» **RECORDED DATA**
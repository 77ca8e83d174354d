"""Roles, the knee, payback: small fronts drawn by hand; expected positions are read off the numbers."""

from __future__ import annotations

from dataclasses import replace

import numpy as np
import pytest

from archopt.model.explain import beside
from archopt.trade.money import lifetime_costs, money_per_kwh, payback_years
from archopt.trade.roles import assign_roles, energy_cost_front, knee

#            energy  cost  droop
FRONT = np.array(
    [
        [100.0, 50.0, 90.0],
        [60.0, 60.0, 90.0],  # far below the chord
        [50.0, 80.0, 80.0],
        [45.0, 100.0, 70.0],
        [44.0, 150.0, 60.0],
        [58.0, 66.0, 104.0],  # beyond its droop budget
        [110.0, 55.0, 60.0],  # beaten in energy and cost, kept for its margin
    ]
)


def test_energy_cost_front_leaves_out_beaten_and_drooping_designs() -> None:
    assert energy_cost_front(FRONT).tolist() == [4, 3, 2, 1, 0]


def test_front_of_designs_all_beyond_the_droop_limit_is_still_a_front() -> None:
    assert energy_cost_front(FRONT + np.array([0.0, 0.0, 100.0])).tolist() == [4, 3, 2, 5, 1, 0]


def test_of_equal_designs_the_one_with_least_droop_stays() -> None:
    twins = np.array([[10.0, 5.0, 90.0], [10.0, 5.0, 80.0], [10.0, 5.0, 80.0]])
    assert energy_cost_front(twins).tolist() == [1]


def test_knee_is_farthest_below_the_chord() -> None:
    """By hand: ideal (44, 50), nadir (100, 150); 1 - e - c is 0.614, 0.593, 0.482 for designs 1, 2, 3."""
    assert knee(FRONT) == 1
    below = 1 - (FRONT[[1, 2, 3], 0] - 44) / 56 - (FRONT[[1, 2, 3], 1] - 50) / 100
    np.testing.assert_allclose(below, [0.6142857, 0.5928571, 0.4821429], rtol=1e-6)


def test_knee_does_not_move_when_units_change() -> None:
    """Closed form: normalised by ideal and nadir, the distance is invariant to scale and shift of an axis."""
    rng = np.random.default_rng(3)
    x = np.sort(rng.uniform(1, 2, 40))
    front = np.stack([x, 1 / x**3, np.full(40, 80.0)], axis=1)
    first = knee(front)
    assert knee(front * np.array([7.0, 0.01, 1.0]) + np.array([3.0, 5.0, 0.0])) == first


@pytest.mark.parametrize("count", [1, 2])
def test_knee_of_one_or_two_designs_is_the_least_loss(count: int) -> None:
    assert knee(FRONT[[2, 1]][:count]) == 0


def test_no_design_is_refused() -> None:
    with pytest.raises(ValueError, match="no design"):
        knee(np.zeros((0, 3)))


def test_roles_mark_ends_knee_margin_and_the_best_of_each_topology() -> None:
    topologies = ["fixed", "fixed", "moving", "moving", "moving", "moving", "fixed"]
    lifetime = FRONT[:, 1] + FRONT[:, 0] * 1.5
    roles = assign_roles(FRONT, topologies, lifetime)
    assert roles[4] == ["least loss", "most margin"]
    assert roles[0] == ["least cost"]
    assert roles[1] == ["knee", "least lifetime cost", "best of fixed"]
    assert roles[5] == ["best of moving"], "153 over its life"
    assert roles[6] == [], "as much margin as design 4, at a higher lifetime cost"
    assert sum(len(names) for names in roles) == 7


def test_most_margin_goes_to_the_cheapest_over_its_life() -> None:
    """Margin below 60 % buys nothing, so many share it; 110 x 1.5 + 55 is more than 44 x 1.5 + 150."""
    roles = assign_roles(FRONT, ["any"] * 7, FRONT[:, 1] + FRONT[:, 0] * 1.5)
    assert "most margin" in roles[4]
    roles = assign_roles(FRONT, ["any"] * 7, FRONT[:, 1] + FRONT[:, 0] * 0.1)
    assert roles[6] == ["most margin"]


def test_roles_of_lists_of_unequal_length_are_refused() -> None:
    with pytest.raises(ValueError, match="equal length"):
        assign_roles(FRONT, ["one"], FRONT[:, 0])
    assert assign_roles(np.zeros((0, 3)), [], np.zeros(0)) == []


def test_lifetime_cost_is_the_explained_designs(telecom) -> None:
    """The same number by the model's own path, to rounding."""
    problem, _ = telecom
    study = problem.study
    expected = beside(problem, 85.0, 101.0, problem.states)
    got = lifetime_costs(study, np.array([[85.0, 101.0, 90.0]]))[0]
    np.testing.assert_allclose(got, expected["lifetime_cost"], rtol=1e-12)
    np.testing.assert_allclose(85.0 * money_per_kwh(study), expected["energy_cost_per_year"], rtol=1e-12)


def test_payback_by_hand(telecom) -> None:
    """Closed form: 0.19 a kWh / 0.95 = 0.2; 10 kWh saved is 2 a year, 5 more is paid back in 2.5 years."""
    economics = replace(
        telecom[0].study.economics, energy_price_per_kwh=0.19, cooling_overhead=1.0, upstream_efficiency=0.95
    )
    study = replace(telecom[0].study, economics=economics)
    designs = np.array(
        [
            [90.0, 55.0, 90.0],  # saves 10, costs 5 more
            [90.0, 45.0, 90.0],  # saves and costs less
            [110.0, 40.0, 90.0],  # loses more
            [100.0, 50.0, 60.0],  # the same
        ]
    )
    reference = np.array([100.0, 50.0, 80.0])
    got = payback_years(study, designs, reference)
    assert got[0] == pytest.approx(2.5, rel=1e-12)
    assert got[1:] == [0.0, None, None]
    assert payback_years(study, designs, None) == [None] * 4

» **TASK PROMPT**
Find "costs 5 more" in the material above; set down exactly the line holding it and every line after it, through the last, and no others.

» **EXERCISE RESULT**
            [90.0, 55.0, 90.0],  # saves 10, costs 5 more
            [90.0, 45.0, 90.0],  # saves and costs less
            [110.0, 40.0, 90.0],  # loses more
            [100.0, 50.0, 60.0],  # the same
        ]
    )
    reference = np.array([100.0, 50.0, 80.0])
    got = payback_years(study, designs, reference)
    assert got[0] == pytest.approx(2.5, rel=1e-12)
    assert got[1:] == [0.0, None, None]
    assert payback_years(study, designs, None) == [None] * 4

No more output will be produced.